Pseudocode for what you want to do:

for each number n from 2:100
    for each divisor d from 2:n-1
        test to see if d divided n evenly
    end for
    if no values of d other than n divided n evenly
        print "n is prime"
end for

A couple of optimizations for you to ponder:

• Your inner loop only has to go up to sqrt(n). (Why?)
• Instead of all numbers, you only need to check to see if it divides the odd primes you've already found evenly. (Why?)

Have fun!

Answer 2

Using the sieve of Eratosthenes:

public static void main(String[] args) {

    int n = 100; // the max number for test

    // Sieve of Eratosthenes
    boolean[] sieve = new boolean[n + 1];
    for (int i = 2; i <= n; i++) {
        sieve[i] = true;
    }
    for (int i = 2; i <= n; i++) {
        if (sieve[i] != false) {
            for (int j = i; j * i <= n; j++) {
                sieve[i * j] = false;
            }
        }
    }

    // Print prime numbers
    for (int i = 0; i <= n; i++) {
        if (sieve[i]) {
            System.out.println(i);
        }
    }

}

Answer 3

Well, you are returning a comparison from yesPrime , and then printing the result of that comparison in run . Guess what the output would be.

Taking that this is an assignment, I would like to give you a hint instead of the answer.

Check the result of yesPrime . If true, print the number and break out of the loop.

Answer 4

    Scanner reader = new Scanner(System.in);
    System.out.println("Enter the a number");
    int num = reader.nextInt();
    int counter = 0;
    int root = 0;
    boolean prime_flag;

    if (2 <= num) {
        // 2 is the only even prime number
        counter++;
    }

    for (int i = 3; i < (num + 1); i++) {

        // test only for odd number
        if (i % 2 != 0) {
            prime_flag = true;
            root = (int) (Math.sqrt(i) + 1);

            for (int j = 3; j < (root + 1); j++) {
                if ((i % j == 0) && (i != j)) {

                    prime_flag = false;
                    break;
                }
            }

            if (prime_flag) {
                counter++;
            }

        }

    }

    System.out.println("Count of prime numbers upto " + num + " is "
            + counter);

Answer 5

I would make a function, something like your yesPrime function. This would take one number only, and check to see if that number is prime.

Something like

boolean yesPrime(int n)
{
    // check to see if n is divisble by numbers between 2 and sqrt(n)
    // if the number is divisible, it is not prime, so return false
    // after the loop has checked all numbers up to sqrt(n), n must be prime so return true
}

Then in your main program, loop over the numbers 1 to 100 and call yesPrime for each number. If the result is true, print that number.
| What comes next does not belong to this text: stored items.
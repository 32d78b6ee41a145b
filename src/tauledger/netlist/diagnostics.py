"""Messages at their place: from a character of a logical card to file:line:column, with the line and a caret.

Text of the netlist is shown with its control characters made visible; none of them reaches a terminal.
"""

from __future__ import annotations

import unicodedata
from collections.abc import Iterable
from difflib import SequenceMatcher, get_close_matches
from operator import itemgetter

from msgspec import Struct

from tauledger.circuit import fold
from tauledger.errors import Diagnostic, NetlistError
from tauledger.netlist.items import Item, width
from tauledger.netlist.netlist import Card, SourceFile, position

MOST_DIAGNOSTICS = 20
MOST_COLUMNS = 160

_CONTROL_PICTURES = 0x2400  # Unicode block "Control Pictures", one for each of the 32 control codes
_UNSAFE = {"Cc", "Cf", "Cs", "Co", "Zl", "Zp"}


def unsafe(character: str) -> bool:
    """Say whether a character could steer a terminal or turn the direction of its text; tab does neither."""
    return character != "\t" and not " " <= character <= "~" and unicodedata.category(character) in _UNSAFE


def visible(text: str) -> str:
    """Replace each control character by one that shows; the length stays, so that a caret still points right."""
    if text.isascii() and text.isprintable():
        return text
    return "".join(_shown(character) if unsafe(character) else character for character in text)


def _shown(character: str) -> str:
    code = ord(character)
    return chr(_CONTROL_PICTURES + code) if code < 0x20 else "␡" if code == 0x7F else "�"


def nearest(name: str, names: Iterable[str], *, otherwise: str = "") -> str:
    """Word a suggestion: the name that looks most like this one (upper and lower case alike), else `otherwise`."""
    spelt = {fold(candidate): candidate for candidate in sorted(names, reverse=True)}
    key = fold(name)
    close = get_close_matches(key, spelt, n=5, cutoff=0.6) or _neighbours(key, spelt)
    if not close:
        return otherwise
    best = min(close, key=lambda other: (-SequenceMatcher(None, other, key).ratio(), other))
    return f"did you mean {visible(spelt[best])!r}?"


def _neighbours(key: str, names: Iterable[str]) -> list[str]:
    """Give the name nearest in the alphabet to one of two characters, one of which is right.

    No share of common characters tells qm for qn from e1 for e2, so figures count as different on purpose.
    """
    if len(key) != 2:
        return []
    slips: list[tuple[int, str]] = []
    for name in names:
        wrong = [(ord(a), ord(b)) for a, b in zip(key, name, strict=False) if a != b and not (a + b).isdigit()]
        if len(name) == 2 and len(wrong) == 1 and (key[0] == name[0] or key[1] == name[1]):
            slips.append((abs(wrong[0][0] - wrong[0][1]), name))
    return [min(slips)[1]] if slips else []


class Site(Struct, frozen=True):
    """A card in its surroundings: what a message needs to say where it is. context: the instances around it."""

    files: tuple[SourceFile, ...]
    card: Card
    context: tuple[str, ...] = ()

    def fault(self, item: Item | int, message: str, hint: str = "", *, wide: int = 1) -> NetlistError:
        """Make the error for an item of this card, or for the character at an offset of it (then `wide` columns)."""
        at, columns = (item, wide) if isinstance(item, int) else (item.at, width(item))
        where = position(self.files, self.card, at)
        # An item may run over a continuation: the caret stays on the line where it begins.
        columns = max(1, min(columns, len(where.text) - where.column + 1))
        context = self.context + included(self.files, self.card.file)
        return NetlistError(
            diagnostic(where.file, where.line, where.column, where.text, message, hint, columns, context)
        )

    @property
    def where(self) -> str:
        """File and line of the card, e.g. "board.cir:12"."""
        place = position(self.files, self.card, 0)
        return f"{visible(place.file)}:{place.line}"


def diagnostic(
    file: str,
    line: int,
    column: int,
    text: str,
    message: str,
    hint: str = "",
    width: int = 1,
    context: tuple[str, ...] = (),
) -> Diagnostic:
    """Make one message safe for a terminal; a long line is cut behind the caret."""
    limit = max(MOST_COLUMNS, column + width + 20)
    shown = text if len(text) <= limit else text[:limit] + " …"
    return Diagnostic(visible(file), line, column, visible(shown), visible(message), visible(hint), width, context)


def included(files: tuple[SourceFile, ...], file: int) -> tuple[str, ...]:
    """Word how a file came in: one line per `.include`, innermost first; empty for the netlist itself."""
    lines = []
    while files[file].included_by >= 0:
        source = files[file]
        file = source.included_by
        lines.append(f"included from {visible(files[file].path)}:{source.included_at}")
    return tuple(lines)


def gather(faults: Iterable[Diagnostic], files: tuple[SourceFile, ...]) -> NetlistError:
    """Make one error of many diagnostics: in file order, each once, at most MOST_DIAGNOSTICS.

    The same message at the same place in a second instance of a subcircuit is left out.
    """
    order = {visible(source.path): number for number, source in reversed(list(enumerate(files)))}
    first: dict[tuple[tuple[int, int, int], str], Diagnostic] = {}
    for fault in faults:
        first.setdefault(((order[fault.file], fault.line, fault.column), fault.message), fault)
    return NetlistError(*[first[key] for key in sorted(first, key=itemgetter(0))][:MOST_DIAGNOSTICS])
My reaoning is that one goal of programming is to break problems up into smaller sub-problems. By writing a function to test for prime, you can avoid using nested loops in one function which could be harder to understand.

Answer 6

For starters, you need to check for prime numbers starting from 2. And you do not check it against all the 100 numbers, just every number as a factor starting from 2 till (number-1).Every number is divisible by 1 and itself.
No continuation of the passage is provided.